Dans l’ensemble, les montagnes de papier dominent (encore) au sein de la justice suisse (en 2020 seuls 1,5 pourcent des envois étaient effectuées par voie numérique). Pour le secteur, le travail avec le papier est associé à beaucoup de tradition, d’estime et à l’expression de la qualité, de la sécurité et de la fiabilité. Il existe néanmoins des inconvénients : les collaborateurs passent beaucoup de temps à chercher, trouver et copier des dossiers. La gestion des dossiers papier (pagination, datation et distribution) prend du temps. Les dossiers papier rendent impossible une recherche plein texte simple, ainsi que le travail collaboratif et simultané sur le dossier ce qui complique les tâches.

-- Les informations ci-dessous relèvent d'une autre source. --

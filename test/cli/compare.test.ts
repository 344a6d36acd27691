import { describe, expect, it } from "vitest";
import { runCli, type CliIo } from "../../src/cli/run.ts";

describe("filterwright design --compare", () => {
  it("prints the cascade and the active ladders with their yields and the choice", () => {
    const out: string[] = [];
    const io: CliIo = { stdout: (t) => void out.push(t), stderr: () => undefined, readFile: () => "", readStdin: () => "", writeFile: () => undefined };
    const code = runCli(["design", "--response", "lowpass", "--pass", "18k", "--pass-loss", "0.25", "--stop", "26k", "--stop-atten", "33", "--family", "chebyshev1", "--order", "7", "--compare", "--yield", "300"], io);
    expect([0, 1]).toContain(code);
    const text = out.join("");
    expect(text).toMatch(/realisations on 300 boards each at 1\.0 % R \/ \d\.\d % C \(seed \d+\):/);
    for (const m of ["biquad-cascade", "leapfrog", "fdnr"]) expect(text).toMatch(new RegExp(`^${m}\\s+\\d+\\s+\\d+\\s+\\d+\\.\\d %`, "m"));
    expect(text).toMatch(/^choice: the (biquad cascade|leapfrog active ladder|fdnr active ladder): /m);
  });

  it("writes the chosen realisation's netlist and BOM, and the comparison into the report", () => {
    const files = new Map<string, string>();
    const io: CliIo = { stdout: () => undefined, stderr: () => undefined, readFile: () => "", readStdin: () => "", writeFile: (p, t) => void files.set(p, t) };
    const argv = ["design", "--response", "lowpass", "--pass", "18k", "--pass-loss", "0.25", "--stop", "26k", "--stop-atten", "33", "--family", "chebyshev1", "--order", "7", "--yield", "300", "--netlist", "f.cir", "--bom", "f.csv", "--markdown", "f.md"];
    runCli([...argv, "--compare"], io);
    const chosen = files.get("f.md")?.match(/\| \*\*([a-z-]+)\*\* \|/)?.[1];
    expect(files.get("f.md")).toContain("## Realisations compared");
    // at 1 % R / 5 % C no realisation reaches 95 %: the leapfrog ladder comes closest (about 25 % against 0.4 % for the cascade)
    expect(chosen).toBe("leapfrog");
    expect(files.get("f.cir")).toContain("as an active ladder (leapfrog");
    expect(files.get("f.csv")?.split("\r\n").some((l) => l.startsWith('"R') && l.includes(",resistor,"))).toBe(true);
    const plain = new Map<string, string>();
    runCli(argv, { ...io, writeFile: (p, t) => void plain.set(p, t) });
    expect(plain.get("f.md")).not.toContain("## Realisations compared");
    expect(plain.get("f.cir")).not.toContain("as an active ladder");
  });
});

describe("filterwright design --realisation", () => {
  const argv = ["design", "--response", "lowpass", "--pass", "18k", "--pass-loss", "0.25", "--stop", "26k", "--stop-atten", "33", "--family", "chebyshev1", "--order", "7", "--res-tol", "1%", "--cap-tol", "2%", "--yield-target", "50%"];

  it("auto writes the chosen ladder, and the exit code follows the ladder's boards", () => {
    const files = new Map<string, string>();
    const out: string[] = [];
    const io: CliIo = { stdout: (t) => void out.push(t), stderr: () => undefined, readFile: () => "", readStdin: () => "", writeFile: (p, t) => void files.set(p, t) };
    // the cascade's boards miss a 50 % target at 1 % R / 2 % C (about 4 %), the ladders' meet it (about 73-79 %)
    const code = runCli([...argv, "--realisation", "auto", "--netlist", "f.cir", "--markdown", "f.md"], io);
    expect(code).toBe(0);
    const text = out.join("");
    expect(text).toMatch(/^MEETS the spec: realised as the fdnr active ladder \(7 op-amps\)/m);
    expect(text).toMatch(/^choice: the fdnr active ladder: /m);
    expect(files.get("f.cir")).toContain("as an active ladder (fdnr");
    expect(files.get("f.md")).toContain("realised as the fdnr active ladder");
    const cascade = runCli([...argv, "--quiet"], { ...io, stdout: () => undefined });
    expect(cascade).toBe(1);
  });

  it("refuses --realisation with --compare, a misspelt value, and lc-ladder from a spec file", () => {
    const err: string[] = [];
    const io: CliIo = { stdout: () => undefined, stderr: (t) => void err.push(t), readFile: () => JSON.stringify({ realisation: "lc-ladder" }), readStdin: () => "", writeFile: () => undefined };
    expect(runCli([...argv, "--realisation", "auto", "--compare"], io)).toBe(2);
    expect(err.join("")).toContain("--realisation already compares the realisations");
    expect(runCli([...argv, "--realisation", "autp"], io)).toBe(2);
    expect(err.join("")).toContain('did you mean "auto"');
    expect(runCli([...argv, "--spec", "s.json"], io)).toBe(2);
    expect(err.join("")).toContain("filterwright ladder");
  });
});

describe("filterwright design --svg --plot", () => {
  it("draws the kind asked for, and refuses --plot without --svg or with an unknown kind", () => {
    const files = new Map<string, string>();
    const err: string[] = [];
    const io: CliIo = { stdout: () => undefined, stderr: (t) => void err.push(t), readFile: () => "", readStdin: () => "", writeFile: (p, t) => void files.set(p, t) };
    const argv = ["design", "--response", "lowpass", "--pass", "2k", "--pass-loss", "0.5", "--stop", "8k", "--stop-atten", "50"];
    expect([0, 1]).toContain(runCli([...argv, "--svg", "p.svg", "--plot", "phase"], io));
    expect(files.get("p.svg")).toMatch(/^<svg/);
    expect(files.get("p.svg")).toContain("Phase");
    expect(runCli([...argv, "--plot", "phase"], io)).toBe(2);
    expect(err.join("")).toContain("--plot chooses what --svg draws");
    expect(runCli([...argv, "--svg", "p.svg", "--plot", "phsae"], io)).toBe(2);
    expect(err.join("")).toContain("did you mean");
  });
});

La pression sur les coûts et les délais qui pèse sur les tribunaux et les ministères publics souligne la nécessité de gagner en efficacité par le biais de la gestion électronique des dossiers et la transformation numérique.
L’accès à la justice est facilité grâce à la communication électronique. Cela permet également de répondre aux objectifs globaux de l'administration publique, qui visent à accroître l'efficacité et à se rapprocher des citoyennes et citoyens (stratégie eGov).
Le secteur de la justice doit également faire face aux attentes des natifs du numérique en matière d'emploi afin de rester attractif pour les talents à l'avenir. Travailler en partie indépendamment du lieu et de l'heure est désormais une attente de nombreux employés - et n'est aujourd'hui possible que dans une mesure limitée avec des dossiers papier dans le secteur de la justice.
La Suisse est connue dans le monde entier pour sa stabilité et sa sécurité juridique. Une justice numérique contribue à maintenir la réputation de la Suisse en tant que lieu de résidence et d’activité économique attractif et innovant. En comparaison européenne, la justice suisse est actuellement à la traîne en ce qui concerne le thème de la numérisation. Le projet Justitia 4.0 vise à combler ce retard.
La justice suisse doit pouvoir utiliser des méthodes de travail modernes, sécurisées et adaptées à notre époque, qui permettent de travailler indépendamment du lieu et de l’heure. Que ce soit au bureau, dans la salle d'audience ou à la maison, il est toujours possible d'accéder au dossier électronique. La communication électronique judiciaire élimine les retards et les asymétries d’information causés par l’échange postal et la transmission de documents et de dossiers entre les différents acteurs et organismes concernés.
En éliminant la coordination des activités administratives et logistiques (organisation du travail de photocopillage, mise à disposition et transfert de fichiers), il est possible de travailler de manière ciblée sur les questions de fond. Le passage au eDossier judiciaire ou l’introduction de la communication électronique dans le domaine judiciaire signifie que le transfert physique vers d’autres unités organisationnelles avec le travail et la logistique que cela implique n’est plus nécessaire. Les dépenses de matériel et d'expédition diminuent, de même que les ressources nécessaires, par exemple pour la préparation de la consultation des dossiers et pour l'archivage. Les capacités ainsi libérées peuvent être utilisées pour de nouvelles tâches nécessaires à la transition numérique.